- _What to produce_: When the line containing "left, right = walls" appears in the entries below, begin printing there and stop after the line containing "for entry in"; print each of those lines exactly and no other line.

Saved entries
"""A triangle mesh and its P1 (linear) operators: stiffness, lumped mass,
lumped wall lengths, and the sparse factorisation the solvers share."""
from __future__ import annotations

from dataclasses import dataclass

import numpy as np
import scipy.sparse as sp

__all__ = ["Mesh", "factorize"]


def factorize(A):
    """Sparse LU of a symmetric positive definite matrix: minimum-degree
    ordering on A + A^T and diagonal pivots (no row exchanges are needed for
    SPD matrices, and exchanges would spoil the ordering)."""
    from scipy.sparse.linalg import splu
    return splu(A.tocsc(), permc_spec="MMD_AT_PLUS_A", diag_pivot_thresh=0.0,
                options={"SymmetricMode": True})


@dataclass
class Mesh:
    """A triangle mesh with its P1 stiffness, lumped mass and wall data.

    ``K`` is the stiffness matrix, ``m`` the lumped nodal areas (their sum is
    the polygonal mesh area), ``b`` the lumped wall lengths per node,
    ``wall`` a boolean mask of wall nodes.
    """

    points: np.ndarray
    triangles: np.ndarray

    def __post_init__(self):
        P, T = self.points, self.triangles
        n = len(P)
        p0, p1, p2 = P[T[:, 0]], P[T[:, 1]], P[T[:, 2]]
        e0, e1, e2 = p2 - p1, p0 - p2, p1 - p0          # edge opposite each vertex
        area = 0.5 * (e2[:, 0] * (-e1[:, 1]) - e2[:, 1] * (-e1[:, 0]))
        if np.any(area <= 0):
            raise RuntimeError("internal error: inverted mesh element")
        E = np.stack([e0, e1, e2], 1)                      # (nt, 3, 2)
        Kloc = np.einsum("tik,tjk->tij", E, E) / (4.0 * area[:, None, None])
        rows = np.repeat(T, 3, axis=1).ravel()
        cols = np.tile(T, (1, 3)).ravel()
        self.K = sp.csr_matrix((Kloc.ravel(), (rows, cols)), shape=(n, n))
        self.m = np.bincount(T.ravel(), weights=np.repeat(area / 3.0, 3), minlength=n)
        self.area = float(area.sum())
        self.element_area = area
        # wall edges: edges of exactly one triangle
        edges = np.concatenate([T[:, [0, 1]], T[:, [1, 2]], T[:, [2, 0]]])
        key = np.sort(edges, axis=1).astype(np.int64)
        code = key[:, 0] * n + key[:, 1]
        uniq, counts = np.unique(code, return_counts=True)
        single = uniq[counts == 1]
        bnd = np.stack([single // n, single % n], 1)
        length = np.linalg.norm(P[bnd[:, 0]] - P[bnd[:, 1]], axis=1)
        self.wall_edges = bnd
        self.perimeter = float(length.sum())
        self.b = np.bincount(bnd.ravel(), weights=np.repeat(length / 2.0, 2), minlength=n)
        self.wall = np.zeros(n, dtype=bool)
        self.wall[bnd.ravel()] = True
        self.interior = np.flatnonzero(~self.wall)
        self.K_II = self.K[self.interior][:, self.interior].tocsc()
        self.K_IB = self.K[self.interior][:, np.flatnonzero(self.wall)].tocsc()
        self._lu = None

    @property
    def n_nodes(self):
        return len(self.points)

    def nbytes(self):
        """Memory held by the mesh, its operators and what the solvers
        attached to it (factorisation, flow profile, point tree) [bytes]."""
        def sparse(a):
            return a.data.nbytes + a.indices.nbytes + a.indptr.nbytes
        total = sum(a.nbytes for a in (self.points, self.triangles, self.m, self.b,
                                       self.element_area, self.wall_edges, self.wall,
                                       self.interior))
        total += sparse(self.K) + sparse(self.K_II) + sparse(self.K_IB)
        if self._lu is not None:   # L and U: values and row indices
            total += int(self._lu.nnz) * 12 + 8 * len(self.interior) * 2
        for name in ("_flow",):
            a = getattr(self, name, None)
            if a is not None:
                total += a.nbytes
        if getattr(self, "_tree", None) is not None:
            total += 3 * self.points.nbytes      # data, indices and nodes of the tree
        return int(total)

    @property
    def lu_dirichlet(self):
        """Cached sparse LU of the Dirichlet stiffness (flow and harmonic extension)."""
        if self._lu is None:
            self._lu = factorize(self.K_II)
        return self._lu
--
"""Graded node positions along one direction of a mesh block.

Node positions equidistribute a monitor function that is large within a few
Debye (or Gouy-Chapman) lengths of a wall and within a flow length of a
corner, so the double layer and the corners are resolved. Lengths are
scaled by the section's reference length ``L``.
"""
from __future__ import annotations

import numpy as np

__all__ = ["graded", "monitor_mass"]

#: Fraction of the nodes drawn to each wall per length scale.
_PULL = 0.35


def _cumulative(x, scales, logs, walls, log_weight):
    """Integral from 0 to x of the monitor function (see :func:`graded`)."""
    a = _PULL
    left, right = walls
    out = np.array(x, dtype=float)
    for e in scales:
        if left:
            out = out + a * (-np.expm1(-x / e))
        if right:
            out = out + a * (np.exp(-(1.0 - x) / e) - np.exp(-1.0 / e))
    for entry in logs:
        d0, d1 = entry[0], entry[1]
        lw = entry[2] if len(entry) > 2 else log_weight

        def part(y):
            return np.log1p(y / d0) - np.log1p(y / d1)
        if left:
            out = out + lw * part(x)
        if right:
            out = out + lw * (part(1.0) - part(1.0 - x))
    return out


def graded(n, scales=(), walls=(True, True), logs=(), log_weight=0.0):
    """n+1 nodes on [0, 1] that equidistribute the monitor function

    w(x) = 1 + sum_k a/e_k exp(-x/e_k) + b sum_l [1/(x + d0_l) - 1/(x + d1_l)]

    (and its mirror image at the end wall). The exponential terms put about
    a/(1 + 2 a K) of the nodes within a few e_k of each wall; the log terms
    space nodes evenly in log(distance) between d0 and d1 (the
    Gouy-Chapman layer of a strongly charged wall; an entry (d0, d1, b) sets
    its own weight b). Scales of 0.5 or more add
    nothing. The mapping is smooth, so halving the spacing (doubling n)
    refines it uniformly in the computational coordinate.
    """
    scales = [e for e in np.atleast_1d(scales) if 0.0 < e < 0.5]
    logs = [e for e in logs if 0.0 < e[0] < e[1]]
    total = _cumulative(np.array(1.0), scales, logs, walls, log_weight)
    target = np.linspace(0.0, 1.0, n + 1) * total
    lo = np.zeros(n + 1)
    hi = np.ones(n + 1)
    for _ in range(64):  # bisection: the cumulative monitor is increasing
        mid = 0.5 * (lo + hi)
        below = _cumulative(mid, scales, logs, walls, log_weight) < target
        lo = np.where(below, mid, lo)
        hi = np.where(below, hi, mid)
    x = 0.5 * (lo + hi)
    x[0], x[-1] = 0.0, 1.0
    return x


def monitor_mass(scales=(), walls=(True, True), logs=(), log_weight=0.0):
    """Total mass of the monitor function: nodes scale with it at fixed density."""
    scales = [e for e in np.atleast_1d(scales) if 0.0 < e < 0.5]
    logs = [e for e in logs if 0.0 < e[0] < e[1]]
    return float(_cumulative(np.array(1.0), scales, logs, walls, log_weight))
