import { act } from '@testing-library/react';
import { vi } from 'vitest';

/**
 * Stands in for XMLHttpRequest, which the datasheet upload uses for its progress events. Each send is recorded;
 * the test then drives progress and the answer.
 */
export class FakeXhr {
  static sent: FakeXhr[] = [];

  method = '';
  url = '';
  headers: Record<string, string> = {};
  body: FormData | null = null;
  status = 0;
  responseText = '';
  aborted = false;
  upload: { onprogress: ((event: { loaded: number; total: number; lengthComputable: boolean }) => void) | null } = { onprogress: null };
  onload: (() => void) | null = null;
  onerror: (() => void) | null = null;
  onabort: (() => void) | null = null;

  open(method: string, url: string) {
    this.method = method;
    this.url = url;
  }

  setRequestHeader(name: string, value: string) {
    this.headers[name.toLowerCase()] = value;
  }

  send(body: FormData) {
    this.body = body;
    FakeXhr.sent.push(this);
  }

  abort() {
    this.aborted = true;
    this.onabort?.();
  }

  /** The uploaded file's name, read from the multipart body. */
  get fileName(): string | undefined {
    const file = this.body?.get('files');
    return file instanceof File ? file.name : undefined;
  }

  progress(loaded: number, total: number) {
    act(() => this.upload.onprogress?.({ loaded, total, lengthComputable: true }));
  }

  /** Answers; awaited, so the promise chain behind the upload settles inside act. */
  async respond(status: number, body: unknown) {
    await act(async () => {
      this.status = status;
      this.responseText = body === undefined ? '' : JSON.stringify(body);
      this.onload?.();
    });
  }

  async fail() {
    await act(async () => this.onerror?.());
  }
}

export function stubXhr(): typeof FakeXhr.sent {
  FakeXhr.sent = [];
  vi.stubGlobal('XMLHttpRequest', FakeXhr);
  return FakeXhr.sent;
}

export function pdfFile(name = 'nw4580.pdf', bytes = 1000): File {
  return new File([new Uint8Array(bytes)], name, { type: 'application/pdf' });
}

- _Answer for the task_:
    left, right = walls
    out = np.array(x, dtype=float)
    for e in scales:
        if left:
            out = out + a * (-np.expm1(-x / e))
        if right:
            out = out + a * (np.exp(-(1.0 - x) / e) - np.exp(-1.0 / e))
    for entry in logs:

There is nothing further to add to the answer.